The Microsoft automatic update system is now enabled by default on most computers, whereas the new update system for Adobe Reader/Acrobat Reader was only introduced on 13 April, 2010 along with the regular quarterly update. Automatic updates for popular applications are an important factor which affects the security of the operating system as a whole. Vendors who add update functionality to their products are going in the right direction as it not only makes it possible to add new functions but also, most importantly, patch security loopholes in an effective way. The quicker vendors release and automatically download patches to users’ machines, the less likely it is for these computers to get infected via vulnerabilities.
Statistics from the Kaspersky Security Network show that 203,997,565 infection attempts were blocked in Q2, 2010.
Twenty most common malicious programs detected on users’ computers in Q2, 2010
|3||Net-Worm.Win32.Kido.ir||7.4%||0||Internet, removable disks|
|5||Net-Worm.Win32.Kido.ih||3.82%||0||Internet, removable disks|
|6||Net-Worm.Win32.Kido.iq||3.51%||0||Internet, removable disks|
|7||Worm.Win32.FlyStudio.cu||2.78%||0||Local and removable disks|
|14||Worm.Win32.Generic||1.19%||-4||Internet, removable disks|
|15||Worm.Win32.Mabezat.b||1.16%||-4||Internet, removable disks, email, file infection|
|16||Trojan-Dropper.Win32.Flystud.yo||1.11%||1||Network and removable disks|
|17||Worm.Win32.Autoit.tc||1.02%||-4||Network and removable disks|
Five out of twenty positions in the ranking are occupied by heuristic detections (Generic); this is because heuristic methods are one of the most effective ways of detecting complex threats.
A range of Trojans, which are detected as Trojan.Win32.Generic (12%), head the table. These programs are unable to self-replicate, but have various payloads which range from stealing passwords to providing full access to a victim machine.
Malware detected by Kaspersky Lab’s Urgent Detection System (UDS) as DangerousObject.Multi.Generic comes in second place, with 10%. The UDS technology provides real-time protection to users who have opted-in to KSN.
In third, fifth, and sixth place are three Kido modifocations which have maintained their positions since Q1. Although no new versions of Kido have appeared, and malware writers have not made further efforts to distribute the program, the worm’s propagation routine is extremely effective, and it therefore shows no signs of leaving the rankings. In contrast, there have been new variants of Sality (fourth place), a virus that infects executable files and which also maintains its position. Nevertheless, the most common modification remains Sality.aa, which first appeared at the end of 2008.
The ranking includes two programs written in “E”, a relatively uncommon programming language: Win32.FlyStudio.cu (seventh place) and Trojan-Dropper.Win32.Flystud.yo (sixteenth place). These malicious programs are regional, and mostly found only in one country, China. Trojan.Win32.Pakes.Krap.l (eighteenth place) is another new addition among malware writing in cripting languages; it detects obfuscated malware written in AutoIT.
Contrary to the previous quarter when there were no exploits among the most common malicious programs, this time there are two.
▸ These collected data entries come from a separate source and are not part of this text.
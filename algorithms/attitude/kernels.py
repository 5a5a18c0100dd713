"""Batched kernels behind every confidence estimate of a plane, for one pick set or many windows.

The sheet-wide estimates (:mod:`strikeline.attitude.resampling`, :mod:`strikeline.attitude.analytic`)
and the moving-window attitudes (:mod:`strikeline.attitude.local`) share these functions. W windows
are held as one flat ``(T, 3)`` array of "slots", each window a contiguous run of ``counts[w]``
slots whose coordinates are centred on the window's own centroid (one pick set is one window).
Replicate normals come back as ``(B, W, 3)`` stacks, covariances as ``(W, 3, 3)`` or ``(W, 2, 2)``;
per-window sums are (sparse) matrix products and the eigen-decompositions of a chunk of replicates
one stacked ``eigh``; Python loops run only over chunks, whose size bounds the memory used. The methods and their references are given in
the public functions that use these kernels: :func:`~strikeline.attitude.resampling.bootstrap_plane`,
:func:`~strikeline.attitude.resampling.monte_carlo_plane` and
:func:`~strikeline.attitude.analytic.analytic_plane_covariance`.

The tilt of a plane is the horizontal part of its upward unit normal, ``sin(dip) * (sin dd, cos dd)``
(0 for a horizontal plane); its covariance decides whether a dip differs from zero
(:func:`strikeline.attitude.confidence.dip_is_significant`).
"""
from __future__ import annotations

import numpy as np
from scipy import sparse
from scipy.special import gammaincinv, stdtrit

from strikeline.attitude.eigvecs import Eigvecs
from strikeline.errors import CancelledError, InputError
from strikeline.geometry.orientation import azimuth_difference, vector_components

__all__ = [
    "Z95",
    "LEVEL",
    "finite_points",
    "check_count",
    "check_seed",
    "check_callbacks",
    "bootstrap_normals",
    "block_bootstrap_normals",
    "window_block_normals",
    "monte_carlo_normals",
    "replicate_half_widths",
    "expand_for_few_blocks",
    "few_blocks_factor",
    "combine_half_widths",
    "analytic_covariance_from_eigen",
    "half_widths_from_covariance",
    "tilt_of_normals",
    "replicate_tilt_cov",
    "tilt_cov_from_normal_cov",
    "tilt_z2",
    "chi2_quantile",
    "t_quantile",
]

#: Two-sided 95% point of the standard normal distribution.
Z95 = 1.959963984540054
#: Confidence level of every reported half-width and cone.
LEVEL = 0.95
#: Number of array elements (resamples × picks) handled per chunk; bounds memory to a few
#: tens of MB whatever the pick count.
_CHUNK_ELEMENTS = 1 << 22
#: Elements per chunk of the many-window kernels (resamples × the larger of the slots or units and
#: the windows' moments, 13 per window, or scatter matrices, 9; :func:`_replicate_chunks`), and per
#: piece of replicate normals reduced to half-widths (8 MiB as float64; our choice): their arrays
#: stop growing with the number of windows, which grows with the picks, i.e. with the DEM's
#: resolution. The draws of a generator filling an array are
#: the same whatever the chunk (numpy's ``Generator.random`` and ``standard_normal`` fill it value
#: after value), the sparse per-window sums add the same terms in the same order and each matrix
#: is decomposed alone, so the normals do not depend on it. One window (the sheet-wide plane)
#: keeps :data:`_CHUNK_ELEMENTS`: its draws (``Generator.integers``) and its dense sums do.
_WINDOW_CHUNK_ELEMENTS = 1 << 20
Firstly, Exploit.Script.Generic (tenth place) which detects exploits written in different scripting languages. Second is Exploit.JS.Agent.bab (thirteenth place) which exploits the Internet Explorer vulnerability that allows cybercriminals to download and launch programs on a user’s computer. Kaspersky Lab statistics show that exploits are one of the most effective ways of infecting victim machines.